### Aim of the task
Collect every line in the records below that contains the word "recorded".

*** Material to process ***

import jStat from 'jstat';

/**
 * Wald–Wolfowitz runs test on the signs of residuals taken in time order: too few runs (long stretches
 * of points above, then below, the curve) means the curve misses a systematic pattern in the data.
 *
 * Why: a wrong rate law leaves residuals that bend — positive at both ends and negative in the middle,
 * or the reverse — long before the misfit shows in R². The test uses only the signs, so it needs no
 * assumption about the error distribution.
 *
 * Formula in words: drop zero residuals; with N₁ positive and N₂ negative signs and R runs, the exact
 * probability of R runs under random order is P(R = 2j) = 2·C(N₁−1, j−1)·C(N₂−1, j−1)/C(N, N₁) and
 * P(R = 2j+1) = [C(N₁−1, j−1)·C(N₂−1, j) + C(N₁−1, j)·C(N₂−1, j−1)]/C(N, N₁). The one-sided p-value for
 * "too few runs" is P(R ≤ observed). Above `EXACT_LIMIT` signs the normal approximation with mean
 * 2N₁N₂/N + 1, variance 2N₁N₂(2N₁N₂ − N)/(N²(N − 1)) and a continuity correction of ½ is used.
 *
 * Reference: A. Wald & J. Wolfowitz, Ann. Math. Stat. 11 (1940) 147–162; NIST/SEMATECH e-Handbook §1.3.5.13
 * "Runs Test for Detecting Non-randomness" (https://www.itl.nist.gov/div898/handbook/eda/section3/eda35d.htm).
 *
 * Throws nothing: with fewer than 2 signs of either kind no pattern can be seen and p = 1.
 *
 * Example: signs + + + − − − (2 runs, N₁ = N₂ = 3) give p = P(R ≤ 2) = 2/20 = 0.1.
 */

export interface RunsTestResult {
  runs: number;
  positives: number;
  negatives: number;
  expectedRuns: number;
  /** P(R ≤ observed runs) under random signs: small means systematic misfit. */
  p: number;
  method: 'exact' | 'normal';
}

/** Largest number of signs for which the exact distribution is summed. */
export const EXACT_LIMIT = 400;

export function runsTest(residuals: ArrayLike<number>): RunsTestResult {
  let positives = 0;
  let negatives = 0;
  let runs = 0;
  let previous = 0;
  for (let i = 0; i < residuals.length; i++) {
    const value = residuals[i]!;
    if (value === 0) continue;
    const sign = value > 0 ? 1 : -1;
    if (sign > 0) positives++;
    else negatives++;
    if (sign !== previous) runs++;
    previous = sign;
  }
  const total = positives + negatives;
  const expectedRuns = total === 0 ? 0 : (2 * positives * negatives) / total + 1;
  if (positives < 2 || negatives < 2) {
    return { runs, positives, negatives, expectedRuns, p: 1, method: 'exact' };
  }
  if (total <= EXACT_LIMIT) {
    return {
      runs,
      positives,
      negatives,
      expectedRuns,
      p: exactLowerTail(runs, positives, negatives),
      method: 'exact',
    };
  }
  const product = 2 * positives * negatives;
  const variance = (product * (product - total)) / (total * total * (total - 1));
  const z = (runs + 0.5 - expectedRuns) / Math.sqrt(variance);
  return { runs, positives, negatives, expectedRuns, p: normalLowerTail(z), method: 'normal' };
}

function exactLowerTail(runs: number, positives: number, negatives: number): number {
  const logFactorial = new Float64Array(positives + negatives + 1);
  for (let i = 2; i < logFactorial.length; i++) logFactorial[i] = logFactorial[i - 1]! + Math.log(i);
  const logChoose = (n: number, k: number): number =>
    k < 0 || k > n ? Number.NEGATIVE_INFINITY : logFactorial[n]! - logFactorial[k]! - logFactorial[n - k]!;
  const logTotal = logChoose(positives + negatives, positives);
  let p = 0;
  for (let r = 2; r <= runs; r++) {
    const j = Math.floor(r / 2);
    if (r % 2 === 0) {
      p += 2 * Math.exp(logChoose(positives - 1, j - 1) + logChoose(negatives - 1, j - 1) - logTotal);
    } else {
      p +=
        Math.exp(logChoose(positives - 1, j - 1) + logChoose(negatives - 1, j) - logTotal) +
        Math.exp(logChoose(positives - 1, j) + logChoose(negatives - 1, j - 1) - logTotal);
    }
  }
  return Math.min(1, p);
}

/** Standard normal lower tail Φ(z), from jStat (complementary error function). */
function normalLowerTail(z: number): number {
  return Math.min(1, Math.max(0, jStat.normal.cdf(z, 0, 1)));
}
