import { fDistributionUpperTail } from '../numeric/f-distribution-upper-tail.ts';

/**
 * Extra-sum-of-squares F test of a reduced model nested in a fuller one — here "order fixed at 0, 1 or 2"
 * against "order n fitted", which adds one parameter.
 *
 * Why: the free-order law contains each integer order as a special case, so whether the data contradict
 * a named integer order is a proper nested test (docs/methods.md#free-order-f-test).
 *
 * Formula in words: F = [(RSS_reduced − RSS_full)/(df_reduced − df_full)] / (RSS_full/df_full), referred to
 * the F distribution with (df_reduced − df_full, df_full) degrees of freedom; p is its upper tail. A full fit
 * that is not better than the reduced one (possible only through rounding) gives F = 0, p = 1; an exact full
 * fit gives p = 0 unless the reduced fit is exact too.
 *
 * Reference: H. J. Motulsky & A. Christopoulos, Fitting Models to Biological Data (2003), Part F
 * "Comparing models" (from memory).
 *
 * Throws `KineticsError('invalid-input')` when df_full ≤ 0 or df_reduced ≤ df_full (from the F tail).
 *
 * Example: RSS 12 on 10 df against RSS 8 on 9 df gives F = 4/(8/9) = 4.5 and p = 0.0628.
 */

export interface FTestResult {
  f: number;
  p: number;
  numeratorDegreesOfFreedom: number;
  denominatorDegreesOfFreedom: number;
}

export function extraSumOfSquaresFTest(
  reducedResidualSumOfSquares: number,
  reducedDegreesOfFreedom: number,
  fullResidualSumOfSquares: number,
  fullDegreesOfFreedom: number,
): FTestResult {
  const numeratorDegreesOfFreedom = reducedDegreesOfFreedom - fullDegreesOfFreedom;
  const extra = Math.max(0, reducedResidualSumOfSquares - fullResidualSumOfSquares);
  let f: number;
  if (fullResidualSumOfSquares > 0) {
    f = extra / numeratorDegreesOfFreedom / (fullResidualSumOfSquares / fullDegreesOfFreedom);
  } else {
    f = extra > 0 ? Number.POSITIVE_INFINITY : 0;
  }
  const p = fDistributionUpperTail(f, numeratorDegreesOfFreedom, fullDegreesOfFreedom);
  return {
    f: Number.isFinite(f) ? f : Number.MAX_VALUE,
    p,
    numeratorDegreesOfFreedom,
    denominatorDegreesOfFreedom: fullDegreesOfFreedom,
  };
}
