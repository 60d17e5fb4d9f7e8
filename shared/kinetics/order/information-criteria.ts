/**
 * Small-sample Akaike information criterion (AICc) and Akaike weights, for comparing rate laws fitted
 * to the same values on the same (original) scale.
 *
 * Why: the zero-, first- and second-order laws all have two parameters and are not nested, so an F test
 * cannot compare them; AICc can, and Akaike weights turn AICc differences into the relative support of
 * each model (docs/methods.md#aicc-and-akaike-weights).
 *
 * Formula in words: AIC = −2·(log-likelihood) + 2K, with K the number of fitted parameters including the
 * error SD; AICc = AIC + 2K(K + 1)/(N − K − 1). For least squares −2·logL = N·ln(2π·RSS/N) + N, plus
 * 2·Σ ln yᵢ when the fit was on the log scale (the Jacobian that puts it on the original scale). Weights:
 * Δᵢ = AICcᵢ − min AICc, wᵢ = exp(−Δᵢ/2) / Σⱼ exp(−Δⱼ/2).
 *
 * Reference: K. P. Burnham & D. R. Anderson, Model Selection and Multimodel Inference, 2nd ed. (2002),
 * §2.4 (AICc) and §2.9 (Akaike weights) (from memory).
 *
 * Throws nothing: AICc is undefined when N − K − 1 ≤ 0 and is then returned as null; null entries get a
 * null weight and take no part in the normalisation.
 *
 * Example: `akaikeWeights([10, 12, null])` is [0.7311, 0.2689, null].
 */

export function aicc(logLikelihood: number, fittedParameters: number, pointCount: number): number | null {
  const k = fittedParameters + 1;
  const denominator = pointCount - k - 1;
  if (denominator <= 0 || !Number.isFinite(logLikelihood)) return null;
  return -2 * logLikelihood + 2 * k + (2 * k * (k + 1)) / denominator;
}

export function akaikeWeights(criteria: readonly (number | null)[]): (number | null)[] {
  let best = Number.POSITIVE_INFINITY;
  for (const value of criteria) if (value !== null && value < best) best = value;
  if (!Number.isFinite(best)) return criteria.map(() => null);
  const relative = criteria.map((value) => (value === null ? null : Math.exp(-(value - best) / 2)));
  let total = 0;
  for (const value of relative) if (value !== null) total += value;
  return relative.map((value) => (value === null ? null : value / total));
}
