import { KineticsError } from './numeric/kinetics-error.ts';
import type { StudyAttribute } from './stability/study-attributes.ts';
import type { Observation, Series } from './types.ts';

/**
 * The study's rule for results reported below a limit ("<LOQ", "< 0.05"), applied to the series of
 * one attribute before the engine sees them. A censored result says only that the true value lies
 * somewhere below the limit; fitting the limit (or 0) as if it were measured would bias the slope,
 * so the study states what to do and the method statement prints it (issue 15 §1):
 * - 'exclude': the point is left out of the fit with the reason
 *   "reported below the limit (<text>): excluded from the fit by the study's rule";
 * - 'stated-value': the point is fitted at the study's `censoredValue` (in the attribute's unit);
 *   the cell's text is kept, so tables and figures still show it as censored.
 *
 * A point the analyst already excluded keeps the analyst's reason (their exclusion is the recorded
 * one). Series without censored points are returned as they are (the same objects), so a run of
 * uncensored data is exactly what it was before the rule existed.
 *
 * Reference: the handling of values below the quantitation limit is a stated choice of the study
 * protocol (ICH Q1E §2.2: "the procedure used and the assumptions underlying the model should be
 * stated and justified"); ICH Q3B(R2) §4 has results below the reporting threshold reported as
 * such (section from memory).
 *
 * Throws `KineticsError('invalid-input')` when the rule is 'stated-value' with no finite
 * `censoredValue` and a censored point is present.
 *
 * Example: under 'exclude', a point `{ time: 0, value: 0.05, censored: { text: '< 0.05', limit: 0.05 } }`
 * becomes `{ …, excluded: { reason: "reported below the limit (< 0.05): excluded from the fit by the
 * study's rule" } }`; under 'stated-value' with censoredValue 0.025 its value becomes 0.025.
 */
export function applyCensoredRule(series: readonly Series[], attribute: StudyAttribute): Series[] {
  return series.map((entry) => {
    if (!entry.observations.some((observation) => observation.censored)) return entry;
    return { ...entry, observations: entry.observations.map((point) => ruled(point, attribute, entry.id)) };
  });
}

/** The reason a censored point carries when the study's rule excludes it. */
export function censoredExclusionReason(text: string): string {
  return `reported below the limit (${text}): excluded from the fit by the study's rule`;
}

function ruled(observation: Observation, attribute: StudyAttribute, seriesId: string): Observation {
  if (!observation.censored || observation.excluded) return observation;
  // Any rule but 'stated-value' excludes (a study version recorded before the rule existed has none).
  if (attribute.censoredRule !== 'stated-value') {
    return { ...observation, excluded: { reason: censoredExclusionReason(observation.censored.text) } };
  }
  const stated = attribute.censoredValue;
  if (stated === null || !Number.isFinite(stated)) {
    throw new KineticsError(
      'invalid-input',
      `${attribute.name}: the study fits results below the limit at a stated value but states none (${seriesId} at time ${observation.time}, "${observation.censored.text}"); state the value on the study or choose to exclude them.`,
    );
  }
  return { ...observation, value: stated };
}

/** How many points of these series report a result below a limit. */
export function censoredCount(series: readonly Series[]): number {
  let count = 0;
  for (const entry of series) for (const point of entry.observations) if (point.censored) count += 1;
  return count;
}

/**
 * The sentence of the method statement that states the rule, for an attribute with censored
 * points; null when it has none (so a run of uncensored data states nothing new).
 *
 * Example: 'Results below the limit (Impurity B). 2 results reported below a limit ("<LOQ", "< 0.05")
 * were excluded from the fit by the study's rule; they are shown with their text.'
 */
export function censoredRuleSentence(series: readonly Series[], attribute: StudyAttribute): string | null {
  const count = censoredCount(series);
  if (count === 0) return null;
  const texts = [
    ...new Set(series.flatMap((entry) => entry.observations.flatMap((point) => point.censored?.text ?? []))),
  ];
  const quoted = texts.map((text) => `"${text}"`).join(', ');
  const results = count === 1 ? '1 result' : `${count} results`;
  const verb = count === 1 ? 'was' : 'were';
  const rule =
    attribute.censoredRule !== 'stated-value'
      ? `${verb} excluded from the fit by the study's rule`
      : `${verb} fitted at the value the study states, ${attribute.censoredValue} ${attribute.unit}`;
  return `Results below the limit (${attribute.name}). ${results} reported below a limit (${quoted}) ${rule}; they are shown with their text.`;
}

*** End of Material to process ***

### Expected answer
 * A point the analyst already excluded keeps the analyst's reason (their exclusion is the recorded
  // Any rule but 'stated-value' excludes (a study version recorded before the rule existed has none).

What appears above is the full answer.